Рассказав Протасову этот газетный факт, я не мог удержаться, чтобы тотчас же не высказать моего мнения об этом нелепейшем из нелепейших и глупейшем из глупейших злодейств. Именно глупость, полное отсутствие какого-нибудь смысла или расчета в поступках этик Мишанек, этого хозяина и хозяйки и ошеломили меня, едва я только впервые прочитал об этом факте, ошеломили до того, что я сразу как-то перестал понимать, что такое творится на белом свете. Судите сами: есть ли какой-нибудь человеческий смысл, поправлять свои дела, отравляя — кого? извозчиков, у которых никогда не может быть более двух-трех рублей! Настоящий злодей, рискуя каторгой, в самом деле выдумывает что-нибудь такое, что можно выразить выражением «либо пан, либо пропал». Этот же, «по мужицкому своему званию», надумал морить и грабить своего брата, ночников-извозчиков, тогда как по пальцам мог бы сосчитать, что для того, чтобы «таким манером» заработать, положим, сто рублей, нужно усеять Петербург трупами и переполнить мертвецами все помойные ямы. Самый простой расчет, казалось, говорит этому выдумщику, что затея его нелепа. Из четырех целковых, вырученных беспрекословными Мишаньками, ведь надо отдать было за лекарствие фельдшеру, надо угостить его водкой, надо водкой поить извозчиков, надо с Мишаньками поделиться, потому что они ведь стараются, буквально «себя не жалеют», да, наконец, надо их кормить, ведь они едят по четыре фунта в день одного хлеба, да хлёбова все надо дать хоть раз-то в день, а ведь теперь все дорого («способов нету!» — говорит хозяйка). Какой же смысл и расчет? Ничего, кроме самой глупейшей глупости, увенчиваемой каторжными работами. Не отравляя и не рискуя каторгой и сознанием греха, все эти четыре человека на поденщине (если бы она случилась,) могли бы, считая по 70 копеек, заработать 2 рубля 80 копеек в суши и были бы на миллионноверстном расстоянии от убийства, от каторги, да и щи были бы у них с мясом. Но забралась в какую-то очевидно глупую голову мысль насчет сонных капель, мысль, вероятно почерпнутая от настоящих мазуриков, в каком-нибудь темном углу, и вот она осуществляется при помощи Мишанек, осуществляется совершенно «по-топорному», безобразно глупо, бесцельно, нелепо, словом, глупо до бесчувствия. Людей валят «дуром», коё место об мостовую, коё в помойную яму. Точно в самом деле это не люди, а дрова, и Мишаньки нанялись эти дрова валить туда, куда прикажут хозяева…

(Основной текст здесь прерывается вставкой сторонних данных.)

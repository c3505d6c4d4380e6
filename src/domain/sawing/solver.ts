/** A linear model in whole numbers or fractions, and what a solver makes of it. The solver itself is handed in: see `services/solver.ts`. */
export interface Model {
  readonly columns: readonly { readonly cost: number; readonly most: number; readonly whole: boolean }[];
  /** Σ coefficient × column ≥ (or ≤) `rest`. */
  readonly rows: readonly { readonly terms: readonly (readonly [column: number, coefficient: number])[]; readonly sign: '>=' | '<='; readonly rest: number }[];
}

export interface Solution {
  /** Proven least; otherwise the best found in the time. */
  readonly proven: boolean;
  readonly cost: number;
  readonly columns: readonly number[];
  /** What one more of each row's right-hand side costs; zeros for a model with whole columns. */
  readonly prices: readonly number[];
}

/** Minimises a model within some seconds; null when nothing was found. */
export type Solver = (model: Model, seconds: number) => Solution | null;

/** The model in the text form (CPLEX LP) that solvers read: columns `c0…`, rows `r0…`. */
export function modelText({ columns, rows }: Model): string {
  const sum = (terms: readonly (readonly [number, number])[]): string =>
    terms.length === 0 ? '0 c0' : terms.map(([column, coefficient], index) => `${coefficient < 0 ? '-' : '+'} ${Math.abs(coefficient)} c${column}${index % 12 === 11 ? '\n' : ''}`).join(' ');
  const whole = columns.flatMap(({ whole: is }, index) => (is ? [`c${index}`] : []));
  return [
    'Minimize',
    ` cost: ${sum(columns.map(({ cost }, index) => [index, cost] as const).filter(([, cost]) => cost !== 0))}`,
    'Subject To',
    ...rows.map(({ terms, sign, rest }, index) => ` r${index}: ${sum(terms)} ${sign} ${rest}`),
    'Bounds',
    ...columns.map(({ most }, index) => ` 0 <= c${index}${Number.isFinite(most) ? ` <= ${most}` : ''}`),
    ...(whole.length > 0 ? ['Generals', ...whole.map((name, index) => ` ${name}${index % 20 === 19 ? '\n' : ''}`)] : []),
    'End',
  ].join('\n');
}

/** What a solver's program answers for a model in text: HiGHS's own shape, as far as it is read. */
export interface TextSolution {
  readonly Status: string;
  readonly ObjectiveValue: number;
  readonly Columns: Readonly<Record<string, { readonly Primal?: number }>>;
  readonly Rows: readonly { readonly Name: string; readonly Dual?: number }[];
}

/** A solver out of a program that reads models in text and answers by names, as HiGHS does on a server and in a browser. */
export const solverOf =
  (run: (text: string, seconds: number) => TextSolution): Solver =>
  (model, seconds) => {
    const solution = run(modelText(model), seconds);
    const columns = model.columns.map((_, index) => solution.Columns[`c${index}`]?.Primal ?? Number.NaN);
    if (solution.Status === 'Infeasible' || columns.some((value) => !Number.isFinite(value))) return null;
    const duals = new Map(solution.Rows.flatMap(({ Name, Dual }) => (Dual === undefined ? [] : [[Name, Dual] as const])));
    return { proven: solution.Status === 'Optimal', cost: solution.ObjectiveValue, columns, prices: model.rows.map((_, index) => duals.get(`r${index}`) ?? 0) };
  };

/** How HiGHS is asked: without a gap, within the seconds given. */
export const highsOptions = (seconds: number) => ({ output_flag: false, time_limit: seconds, mip_rel_gap: 0, mip_abs_gap: 1e-6 });
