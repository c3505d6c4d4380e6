import { type Board, boardOf } from './board.ts';
import { acrossLog, centredStack, distances, type Layer, type RowRule, type Stack, stackOf } from './layers.ts';
import type { Stock } from './pieces.ts';
import type { RowBoard } from './row.ts';

/** The boards of some layers, flat or turned. */
export function boardsOfLayers(stock: Stock, rule: RowRule, layers: readonly Layer[], turned = false): Board[] {
  return layers.flatMap((layer) => {
    const { far, near } = distances(layer);
    const row: RowBoard[] = [];
    rule.value(layer.group, far, near, row);
    return row.map((board) => boardOf(stock, board, layer.at, turned));
  });
}

/** The stack of flat layers right through the log: every live plan, and the flats below and above a cant. */
export const flatStack = (stock: Stock): Stack => stackOf(stock, acrossLog(stock));

/**
 * Sawn through and through: flat layers of one thickness each, boards side by side in a layer. Exact over every opening.
 * @param stack the flat stack of this stock, when it is already known.
 */
export function livePlan(stock: Stock, stack: Stack = flatStack(stock)): Board[] {
  const rule = acrossLog(stock);
  const layers = stack.layers(-stock.reach);
  return boardsOfLayers(stock, rule, centredStack(stock, rule, layers));
}
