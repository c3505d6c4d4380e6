import { bandWorks, layersValue } from './band.ts';
import { type Board, section } from './board.ts';
import { boxedHeart, FOHC_CLEAR_IN } from './heart-timber.ts';
import { acrossLog, mirrored } from './layers.ts';
import { boardsOfLayers, flatStack } from './live.ts';
import type { LogShape } from './log-shape.ts';
import type { PieceKind } from './piece-kind.ts';
import { blockedHalfWidth, type Mill, type Piece, roomierStock, type Stock, stockOf } from './pieces.ts';
import { type Pattern, sawPlan } from './saw-plan.ts';
import { hindrance, slabsIn } from './special-pieces.ts';
import { unitsUp } from './units.ts';

/** A size of a cut list with its price per board foot. */
export interface PricedSize extends Piece {
  readonly widthIn: number;
  readonly lengthFt: number;
  readonly value: number;
  readonly kind: PieceKind;
}

export interface KindRequest {
  readonly log: LogShape;
  readonly mill: Mill;
  readonly pattern: Pattern | 'best';
  /** Sizes of no value are not cut. */
  readonly sizes: readonly PricedSize[];
  readonly waneAllowanceIn?: number | undefined;
  readonly effort: number;
}

export interface KindPlan {
  readonly pattern: Pattern;
  /** Each names its size by index. */
  readonly boards: readonly Board[];
}

export interface KindPlans {
  readonly plans: readonly KindPlan[];
  /** No plan of one log in these ways is worth more. */
  readonly bound: number;
}

const NOTHING = 1e-9;
const price = ({ value, thicknessIn, widthIn, lengthFt }: PricedSize): number => (value * thicknessIn * widthIn * lengthFt) / 12;

/** How near a board comes to the pith, in. */
function fromPith(board: Board): number {
  const { left, right, bottom, top } = section(board);
  return Math.hypot(Math.max(0, left, -right), Math.max(0, bottom, -top));
}

/** Sizes with those of other kinds left out: the planner passes over a count of 0. */
const only = (sizes: readonly PricedSize[], ...kinds: readonly PieceKind[]): Piece[] => sizes.map(({ kind, ...size }) => (kinds.includes(kind) && size.value > NOTHING ? size : { ...size, count: 0 }));

/**
 * What one log may be cut to at some prices, one plan of each way that the sizes ask for: boards and timbers free of heart centre in
 * the pattern, one timber round the heart with boards on all sides, or slabs from the middle out with boards above and below. In a
 * quartersawn list timbers and slabs have a log for themselves.
 */
export function kindPlans(request: KindRequest): KindPlans {
  const { pattern, sizes } = request;
  const wanted = sizes.filter(({ value }) => value > NOTHING);
  const has = (kind: PieceKind): boolean => wanted.some((size) => size.kind === kind);
  if (wanted.length === 0) return { plans: [], bound: 0 };
  const quartered = pattern === 'quartersawn';
  const beside: readonly PieceKind[] = quartered ? [] : ['board', 'free-of-heart'];
  const found: KindPlans[] = [];
  // Slabs are no wider than boards across a layer of their own, so the bound of boards in their place covers them.
  const inPattern = only(sizes, 'board', ...(quartered ? [] : (['free-of-heart', 'slab'] as const)));
  const heartFree = has('free-of-heart') ? clearOfHeart(request, only(sizes, 'free-of-heart', ...beside), quartered ? 'cant' : pattern) : null;
  // Timbers free of heart alone are bounded by their own plan, whatever lies at the heart.
  const alone = inPattern.every((piece, index) => piece.count === 0 || sizes[index]?.kind === 'free-of-heart');
  if (!alone) found.push(boardPlans(request, inPattern, pattern));
  if (heartFree) found.push(alone || quartered ? heartFree : { ...heartFree, bound: 0 });
  sizes.forEach((size, index) => {
    if (size.value <= NOTHING) return;
    if (size.kind === 'boxed-heart') found.push(boxed(request, index, only(sizes, ...beside)));
    if (size.kind === 'slab') found.push(slabbed(request, index, only(sizes, ...beside), quartered));
  });
  return { plans: found.flatMap(({ plans }) => plans).filter(({ boards }) => boards.length > 0), bound: found.reduce((most, { bound }) => Math.max(most, bound), 0) };
}

/** A saw plan of the sizes that may be cut, whose boards name them by their place among all. */
function planned({ log, mill, waneAllowanceIn, effort }: KindRequest, pieces: readonly Piece[], pattern: Pattern | 'best'): KindPlan & { readonly bound: number } {
  const places = pieces.flatMap((piece, index) => (piece.count === 0 ? [] : [index]));
  const plan = sawPlan({ log, mill, pattern, pieces: places.flatMap((place) => pieces[place] ?? []), waneAllowanceIn, effort });
  return { pattern: plan.pattern, boards: plan.boards.map((board) => ({ ...board, piece: places[board.piece] ?? 0 })), bound: plan.upperBoundValue };
}

/** A plan of the pattern; what of it is no sound timber or slab is left out of the boards, not out of the bound. */
function boardPlans(request: KindRequest, pieces: readonly Piece[], pattern: Pattern | 'best'): KindPlans {
  const { bound, boards, ...plan } = planned(request, pieces, pattern);
  const kindOf = ({ piece }: Board): PieceKind => request.sizes[piece]?.kind ?? 'board';
  const sound = boards.filter((board) => kindOf(board) === 'board' || (kindOf(board) === 'free-of-heart' && fromPith(board) >= FOHC_CLEAR_IN - 1e-9));
  const boardsAlone = pieces.map((piece, index) => (request.sizes[index]?.kind === 'board' ? piece : { ...piece, count: 0 }));
  const alone = sound.length < boards.length && boardsAlone.some((piece) => piece.count !== 0) ? [planned(request, boardsAlone, pattern)] : [];
  return { plans: [{ ...plan, boards: sound }, ...alone], bound };
}

/** Nothing within an inch of the pith. */
function clearOfHeart(request: KindRequest, pieces: readonly Piece[], pattern: Pattern | 'best'): KindPlans {
  const { log } = request;
  const { bound, ...plan } = planned({ ...request, log: { ...log, heartDefectIn: Math.max(log.heartDefectIn ?? 0, 2 * FOHC_CLEAR_IN) } }, pieces, pattern);
  return { plans: [plan], bound };
}

/** One timber round the heart, lying or standing, and the best boards on its four sides. */
function boxed({ log, mill, sizes, waneAllowanceIn }: KindRequest, index: number, beside: readonly Piece[]): KindPlans {
  const size = sizes[index] as PricedSize;
  const { thicknessIn, widthIn, lengthFt, value } = size;
  if (log.heartDefectIn || hindrance(log, mill, size) !== null) return { plans: [], bound: 0 };
  // What lies round a thin timber may be nearer the pith than a timber free of heart centre may.
  const clear = Math.min(thicknessIn, widthIn) / 2 + mill.kerfIn >= FOHC_CLEAR_IN;
  const pieces = beside.map((piece, place) => (clear || sizes[place]?.kind === 'board' ? piece : { ...piece, count: 0 }));
  const ways = [{ high: thicknessIn, wide: widthIn, turned: false }, ...(thicknessIn === widthIn ? [] : [{ high: widthIn, wide: thicknessIn, turned: true }])];
  const plans = ways.flatMap(({ high, wide, turned }) => {
    const { boards } = boxedHeart({ log, mill, timber: { thicknessIn: high, widthIn: wide, lengthFt, value }, pieces, waneAllowanceIn });
    if (boards.length === 0) return [];
    const named = boards.map((board): Board => (board.piece === pieces.length ? { ...board, thicknessIn, widthIn, turned, piece: index } : board));
    return [{ pattern: 'cant' as const, boards: named, bound: price(size) + roundTimber(stockOf(log, mill, pieces, waneAllowanceIn), high, wide) }];
  });
  return { plans, bound: plans.reduce((most, { bound }) => Math.max(most, bound), 0) };
}

/** The most that boards round a timber are worth: exact of one length, else as if every board had its longest worth and the shortest room. */
function roundTimber(stock: Stock, highIn: number, wideIn: number): number {
  const roomy = stock.oneLength ? stock : roomierStock(stock);
  const half = Math.ceil(unitsUp(highIn) / 2);
  const side = bandWorks(roomy).columnsFrom({ below: half, above: half }, Math.ceil(unitsUp(wideIn) / 2) + roomy.kerf);
  return 2 * flatStack(roomy).above(half + roomy.kerf) + 2 * layersValue(acrossLog(roomy, -half, half), side);
}

/** Slabs of one size from the middle out: as many as are worth most with the boards above and below them, and as many as there are. */
function slabbed({ log, mill, sizes, waneAllowanceIn }: KindRequest, index: number, beside: readonly Piece[], alone: boolean): KindPlans {
  const size = sizes[index] as PricedSize;
  const slabs = slabsIn(log, mill, size).map((board) => ({ ...board, piece: index }));
  if (slabs.length === 0) return { plans: [], bound: 0 };
  const stock = stockOf(log, mill, beside, waneAllowanceIn);
  const flats = flatStack(stock);
  const flat = acrossLog(stock);
  const free = Math.ceil(Math.max(stock.heart, blockedHalfWidth(stock)));
  const edges = (count: number): readonly [number, number] => {
    const taken = slabs.slice(0, count).map(section);
    return [unitsUp(Math.max(...taken.map(({ top }) => top), free > 0 ? 0 : -Infinity)), unitsUp(Math.max(...taken.map(({ bottom }) => -bottom), free > 0 ? 0 : -Infinity))];
  };
  const worth = (count: number): number => edges(count).reduce((sum, edge) => sum + flats.above(edge + stock.kerf), count * price(size));
  let best = slabs.length;
  for (let count = slabs.length - 1; count >= 1; count--) if (worth(count) > worth(best) + 1e-9) best = count;
  const plans = [...new Set([best, slabs.length])].map((count): KindPlan => {
    const [top, bottom] = edges(count);
    const boards = [...boardsOfLayers(stock, flat, flats.layers(top + stock.kerf)), ...boardsOfLayers(stock, flat, mirrored(flats.layers(bottom + stock.kerf)))];
    return { pattern: 'live', boards: [...slabs.slice(0, count), ...boards.filter((board) => sizes[board.piece]?.kind === 'board' || fromPith(board) >= FOHC_CLEAR_IN - 1e-9)] };
  });
  // With boards the bound of the pattern covers these; alone, there are no more slabs than these.
  return { plans, bound: alone ? slabs.length * price(size) : 0 };
}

— Да! — сказал Протасов: — это документ! и документ, я тебе скажу, превосходнейший. То есть для меня и для того, о чем я теперь думаю… Отличнейший, отличнейший документ!
— То есть, отличнейший, — переспросил я его, — в пользу все того же ржаного поля?
— Конечно! Только то, что ты рассказал, надобно немного дополнить… Надобно сделать небольшую прибавочку, и тогда ты поймешь, что факт этот имеет глубочайшее значение и для ржаного поля.
— Чем же ты его дополнишь?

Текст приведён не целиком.